Problem details
Wherever the line with "if (crs === undefined" sits in the listing below, transcribe from it up to and including the line with "const text = typeof", exactly, and leave the remaining lines out.

START Extracted entries

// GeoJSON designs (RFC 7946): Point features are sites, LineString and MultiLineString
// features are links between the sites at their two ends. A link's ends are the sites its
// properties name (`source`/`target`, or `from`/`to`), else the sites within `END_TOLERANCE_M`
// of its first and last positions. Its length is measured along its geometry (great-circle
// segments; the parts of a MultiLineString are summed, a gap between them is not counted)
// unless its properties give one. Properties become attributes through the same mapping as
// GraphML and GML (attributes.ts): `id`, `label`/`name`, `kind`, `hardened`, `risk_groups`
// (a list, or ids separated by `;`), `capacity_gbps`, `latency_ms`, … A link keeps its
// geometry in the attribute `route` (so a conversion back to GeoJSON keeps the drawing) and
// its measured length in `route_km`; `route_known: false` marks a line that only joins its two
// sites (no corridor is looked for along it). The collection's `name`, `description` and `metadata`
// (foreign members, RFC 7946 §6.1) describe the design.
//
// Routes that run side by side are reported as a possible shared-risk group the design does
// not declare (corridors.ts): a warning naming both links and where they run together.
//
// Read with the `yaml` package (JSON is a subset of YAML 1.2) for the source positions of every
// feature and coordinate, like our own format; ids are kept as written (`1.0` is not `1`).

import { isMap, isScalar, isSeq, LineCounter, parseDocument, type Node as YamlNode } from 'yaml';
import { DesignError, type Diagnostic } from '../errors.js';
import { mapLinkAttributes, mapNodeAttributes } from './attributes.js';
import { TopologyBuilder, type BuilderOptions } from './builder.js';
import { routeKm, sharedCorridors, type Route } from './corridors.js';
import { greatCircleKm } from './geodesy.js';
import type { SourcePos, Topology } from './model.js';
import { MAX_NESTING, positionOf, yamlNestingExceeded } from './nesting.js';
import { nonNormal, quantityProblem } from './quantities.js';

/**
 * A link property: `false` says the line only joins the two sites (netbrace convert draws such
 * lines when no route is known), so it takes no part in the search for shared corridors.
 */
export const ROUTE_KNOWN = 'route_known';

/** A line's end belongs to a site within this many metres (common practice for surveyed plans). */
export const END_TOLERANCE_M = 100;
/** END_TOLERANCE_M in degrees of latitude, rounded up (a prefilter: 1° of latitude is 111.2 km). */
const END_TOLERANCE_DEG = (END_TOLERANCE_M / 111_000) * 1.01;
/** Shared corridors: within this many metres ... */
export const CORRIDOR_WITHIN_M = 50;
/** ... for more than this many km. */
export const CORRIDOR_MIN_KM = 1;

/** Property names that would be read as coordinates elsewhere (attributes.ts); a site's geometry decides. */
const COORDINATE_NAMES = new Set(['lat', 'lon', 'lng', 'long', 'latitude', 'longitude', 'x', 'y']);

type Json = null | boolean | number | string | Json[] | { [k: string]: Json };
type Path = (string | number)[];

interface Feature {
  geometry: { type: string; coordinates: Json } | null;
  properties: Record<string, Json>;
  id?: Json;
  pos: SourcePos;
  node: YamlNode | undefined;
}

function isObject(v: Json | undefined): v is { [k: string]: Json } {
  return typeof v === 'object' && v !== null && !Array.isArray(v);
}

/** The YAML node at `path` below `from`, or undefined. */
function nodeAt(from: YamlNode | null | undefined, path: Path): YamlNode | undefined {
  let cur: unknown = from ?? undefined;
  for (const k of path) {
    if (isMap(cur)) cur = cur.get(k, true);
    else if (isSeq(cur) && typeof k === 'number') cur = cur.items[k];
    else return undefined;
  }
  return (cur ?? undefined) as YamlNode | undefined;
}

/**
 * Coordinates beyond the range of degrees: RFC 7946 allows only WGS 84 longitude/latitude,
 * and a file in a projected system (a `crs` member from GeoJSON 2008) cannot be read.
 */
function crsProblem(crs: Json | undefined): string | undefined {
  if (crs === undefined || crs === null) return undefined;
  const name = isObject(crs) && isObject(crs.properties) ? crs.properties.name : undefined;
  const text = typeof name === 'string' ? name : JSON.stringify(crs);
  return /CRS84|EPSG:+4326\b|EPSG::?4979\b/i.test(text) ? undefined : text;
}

END Extracted entries

Answer for the task
  if (crs === undefined || crs === null) return undefined;
  const name = isObject(crs) && isObject(crs.properties) ? crs.properties.name : undefined;
  const text = typeof name === 'string' ? name : JSON.stringify(crs);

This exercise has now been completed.